(Beginning of Provided material)

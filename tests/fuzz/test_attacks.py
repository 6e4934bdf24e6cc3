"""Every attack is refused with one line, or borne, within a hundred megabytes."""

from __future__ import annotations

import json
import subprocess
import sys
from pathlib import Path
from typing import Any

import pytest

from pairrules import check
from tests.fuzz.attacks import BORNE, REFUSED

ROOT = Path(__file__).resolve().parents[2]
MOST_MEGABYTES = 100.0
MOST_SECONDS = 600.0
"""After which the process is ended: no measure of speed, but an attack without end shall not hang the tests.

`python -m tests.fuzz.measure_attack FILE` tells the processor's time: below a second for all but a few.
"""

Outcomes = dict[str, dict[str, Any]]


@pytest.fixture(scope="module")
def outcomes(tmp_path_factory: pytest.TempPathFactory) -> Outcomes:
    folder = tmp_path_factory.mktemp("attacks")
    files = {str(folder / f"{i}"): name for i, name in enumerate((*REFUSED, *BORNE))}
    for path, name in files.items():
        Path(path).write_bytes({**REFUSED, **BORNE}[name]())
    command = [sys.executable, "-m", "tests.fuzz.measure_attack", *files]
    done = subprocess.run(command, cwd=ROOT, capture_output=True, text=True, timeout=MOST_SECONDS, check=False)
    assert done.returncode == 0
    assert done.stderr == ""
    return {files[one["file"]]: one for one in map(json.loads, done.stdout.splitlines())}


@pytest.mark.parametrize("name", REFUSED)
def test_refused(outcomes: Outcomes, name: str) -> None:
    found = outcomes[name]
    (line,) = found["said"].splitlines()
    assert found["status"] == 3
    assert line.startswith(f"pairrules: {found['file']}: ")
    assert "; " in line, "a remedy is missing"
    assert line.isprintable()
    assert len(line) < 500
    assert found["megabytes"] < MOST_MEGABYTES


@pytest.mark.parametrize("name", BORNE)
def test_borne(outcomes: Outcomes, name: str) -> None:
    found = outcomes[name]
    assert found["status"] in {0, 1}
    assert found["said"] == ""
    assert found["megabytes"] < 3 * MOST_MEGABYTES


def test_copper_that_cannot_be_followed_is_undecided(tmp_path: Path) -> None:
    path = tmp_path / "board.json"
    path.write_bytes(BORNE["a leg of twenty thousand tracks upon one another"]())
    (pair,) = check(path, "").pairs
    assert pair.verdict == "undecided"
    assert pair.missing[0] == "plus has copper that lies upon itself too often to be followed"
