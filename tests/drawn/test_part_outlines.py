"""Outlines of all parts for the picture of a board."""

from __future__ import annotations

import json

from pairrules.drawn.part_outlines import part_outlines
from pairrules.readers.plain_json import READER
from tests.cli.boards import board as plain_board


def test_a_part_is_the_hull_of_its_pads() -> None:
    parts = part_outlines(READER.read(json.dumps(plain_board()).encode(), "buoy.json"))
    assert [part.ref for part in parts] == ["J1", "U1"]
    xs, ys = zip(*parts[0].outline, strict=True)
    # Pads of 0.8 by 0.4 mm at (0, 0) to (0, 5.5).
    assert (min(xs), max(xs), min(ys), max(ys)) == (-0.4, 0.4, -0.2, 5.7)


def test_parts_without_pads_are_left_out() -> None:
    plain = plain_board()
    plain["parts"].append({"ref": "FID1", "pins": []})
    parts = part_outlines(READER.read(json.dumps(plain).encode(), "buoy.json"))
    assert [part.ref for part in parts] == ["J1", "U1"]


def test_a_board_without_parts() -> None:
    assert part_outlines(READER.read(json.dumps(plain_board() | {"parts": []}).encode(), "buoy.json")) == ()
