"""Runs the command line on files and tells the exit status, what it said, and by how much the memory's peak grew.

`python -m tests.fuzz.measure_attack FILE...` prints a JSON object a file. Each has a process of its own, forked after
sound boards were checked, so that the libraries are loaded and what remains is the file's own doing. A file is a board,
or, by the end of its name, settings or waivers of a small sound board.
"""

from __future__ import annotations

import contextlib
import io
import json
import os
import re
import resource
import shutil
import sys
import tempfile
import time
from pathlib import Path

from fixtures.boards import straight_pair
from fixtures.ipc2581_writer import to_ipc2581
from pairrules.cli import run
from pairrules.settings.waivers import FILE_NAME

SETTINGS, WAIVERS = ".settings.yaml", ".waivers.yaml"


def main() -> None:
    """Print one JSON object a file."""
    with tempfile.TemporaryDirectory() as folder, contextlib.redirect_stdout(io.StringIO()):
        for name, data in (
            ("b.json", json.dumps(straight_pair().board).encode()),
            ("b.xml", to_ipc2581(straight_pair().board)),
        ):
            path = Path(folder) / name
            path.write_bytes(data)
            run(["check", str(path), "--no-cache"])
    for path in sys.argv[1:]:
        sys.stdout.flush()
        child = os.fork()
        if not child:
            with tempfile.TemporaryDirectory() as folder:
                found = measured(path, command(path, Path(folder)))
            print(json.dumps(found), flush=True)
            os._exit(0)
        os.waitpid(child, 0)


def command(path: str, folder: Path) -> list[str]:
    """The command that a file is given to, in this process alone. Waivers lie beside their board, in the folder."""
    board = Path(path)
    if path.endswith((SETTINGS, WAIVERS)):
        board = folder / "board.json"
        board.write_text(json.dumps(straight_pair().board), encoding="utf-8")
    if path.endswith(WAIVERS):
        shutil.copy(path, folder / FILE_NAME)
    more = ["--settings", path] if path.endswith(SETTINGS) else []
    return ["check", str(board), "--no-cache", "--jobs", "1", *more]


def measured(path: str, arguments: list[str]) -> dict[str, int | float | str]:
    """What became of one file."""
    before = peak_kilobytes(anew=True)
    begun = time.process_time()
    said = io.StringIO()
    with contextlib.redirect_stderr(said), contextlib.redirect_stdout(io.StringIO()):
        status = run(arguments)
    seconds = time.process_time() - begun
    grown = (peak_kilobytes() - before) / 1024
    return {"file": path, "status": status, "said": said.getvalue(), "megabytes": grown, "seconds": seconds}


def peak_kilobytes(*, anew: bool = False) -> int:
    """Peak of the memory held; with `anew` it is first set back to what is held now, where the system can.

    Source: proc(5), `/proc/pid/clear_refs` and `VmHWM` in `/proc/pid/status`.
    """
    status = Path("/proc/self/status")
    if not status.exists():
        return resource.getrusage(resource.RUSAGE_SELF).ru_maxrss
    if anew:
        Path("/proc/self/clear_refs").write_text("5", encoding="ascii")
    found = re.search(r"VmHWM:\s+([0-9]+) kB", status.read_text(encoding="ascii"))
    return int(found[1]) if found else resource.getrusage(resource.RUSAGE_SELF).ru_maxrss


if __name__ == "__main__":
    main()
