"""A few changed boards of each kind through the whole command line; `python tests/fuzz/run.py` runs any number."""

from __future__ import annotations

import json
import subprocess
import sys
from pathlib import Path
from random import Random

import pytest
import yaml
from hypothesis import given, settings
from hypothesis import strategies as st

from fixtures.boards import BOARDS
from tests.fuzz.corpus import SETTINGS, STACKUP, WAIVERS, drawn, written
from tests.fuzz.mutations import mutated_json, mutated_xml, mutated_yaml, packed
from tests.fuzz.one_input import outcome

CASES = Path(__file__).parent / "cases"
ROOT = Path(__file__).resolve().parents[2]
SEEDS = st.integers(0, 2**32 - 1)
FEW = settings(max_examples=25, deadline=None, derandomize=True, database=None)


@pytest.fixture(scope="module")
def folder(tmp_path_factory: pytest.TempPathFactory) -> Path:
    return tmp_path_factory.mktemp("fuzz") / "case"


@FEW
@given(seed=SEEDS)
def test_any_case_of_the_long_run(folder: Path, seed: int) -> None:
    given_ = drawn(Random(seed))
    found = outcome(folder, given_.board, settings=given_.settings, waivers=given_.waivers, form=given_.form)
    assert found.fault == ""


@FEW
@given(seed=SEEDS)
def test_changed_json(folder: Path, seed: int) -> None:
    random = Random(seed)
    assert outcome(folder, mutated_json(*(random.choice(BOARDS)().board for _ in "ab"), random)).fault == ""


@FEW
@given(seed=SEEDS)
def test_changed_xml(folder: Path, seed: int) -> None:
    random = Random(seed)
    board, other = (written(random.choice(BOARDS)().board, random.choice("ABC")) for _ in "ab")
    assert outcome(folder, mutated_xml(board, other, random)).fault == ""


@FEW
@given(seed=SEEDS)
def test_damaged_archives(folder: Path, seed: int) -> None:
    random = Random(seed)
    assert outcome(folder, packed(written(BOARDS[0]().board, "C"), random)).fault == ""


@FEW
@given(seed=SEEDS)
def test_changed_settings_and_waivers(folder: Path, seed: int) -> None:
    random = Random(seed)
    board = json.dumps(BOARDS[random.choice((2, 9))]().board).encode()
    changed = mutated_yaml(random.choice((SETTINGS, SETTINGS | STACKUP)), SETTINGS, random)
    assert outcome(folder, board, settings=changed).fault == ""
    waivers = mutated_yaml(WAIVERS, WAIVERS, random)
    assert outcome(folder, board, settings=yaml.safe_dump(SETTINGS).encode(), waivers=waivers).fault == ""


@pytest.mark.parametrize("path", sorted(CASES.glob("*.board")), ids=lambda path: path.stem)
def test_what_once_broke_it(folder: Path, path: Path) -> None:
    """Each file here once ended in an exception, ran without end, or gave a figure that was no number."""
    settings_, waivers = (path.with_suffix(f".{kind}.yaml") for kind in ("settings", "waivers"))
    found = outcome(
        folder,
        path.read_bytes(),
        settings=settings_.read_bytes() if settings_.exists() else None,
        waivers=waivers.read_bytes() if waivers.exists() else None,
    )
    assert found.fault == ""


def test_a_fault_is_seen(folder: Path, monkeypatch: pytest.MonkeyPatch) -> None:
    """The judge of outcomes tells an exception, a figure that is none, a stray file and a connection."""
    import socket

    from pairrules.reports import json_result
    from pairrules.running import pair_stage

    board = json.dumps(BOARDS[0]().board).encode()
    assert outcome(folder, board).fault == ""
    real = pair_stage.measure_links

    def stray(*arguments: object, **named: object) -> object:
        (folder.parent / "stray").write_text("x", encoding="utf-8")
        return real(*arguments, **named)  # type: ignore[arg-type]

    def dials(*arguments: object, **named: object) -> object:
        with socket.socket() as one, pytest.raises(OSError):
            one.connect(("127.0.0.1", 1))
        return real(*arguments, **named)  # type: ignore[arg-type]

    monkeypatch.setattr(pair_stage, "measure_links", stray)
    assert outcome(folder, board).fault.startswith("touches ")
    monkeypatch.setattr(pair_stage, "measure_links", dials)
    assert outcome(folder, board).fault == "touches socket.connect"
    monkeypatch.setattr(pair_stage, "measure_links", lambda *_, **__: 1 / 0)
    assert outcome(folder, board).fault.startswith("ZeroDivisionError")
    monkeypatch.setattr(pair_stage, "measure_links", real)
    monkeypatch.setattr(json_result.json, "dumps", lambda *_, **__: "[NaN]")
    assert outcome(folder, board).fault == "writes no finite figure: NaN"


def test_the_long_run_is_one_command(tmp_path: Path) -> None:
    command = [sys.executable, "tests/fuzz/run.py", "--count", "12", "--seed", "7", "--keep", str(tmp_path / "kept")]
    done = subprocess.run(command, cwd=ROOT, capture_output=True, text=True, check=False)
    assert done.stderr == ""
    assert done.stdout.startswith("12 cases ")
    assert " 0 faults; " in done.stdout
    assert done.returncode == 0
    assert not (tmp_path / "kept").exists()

(End of Provided material)

* What the task asks
Look above for the line containing "capture_output=True, text=True, check=False)", then transcribe it and all lines after it through the last, exactly and with nothing else.

* Your solution
    done = subprocess.run(command, cwd=ROOT, capture_output=True, text=True, check=False)
    assert done.stderr == ""
    assert done.stdout.startswith("12 cases ")
    assert " 0 faults; " in done.stdout
    assert done.returncode == 0
    assert not (tmp_path / "kept").exists()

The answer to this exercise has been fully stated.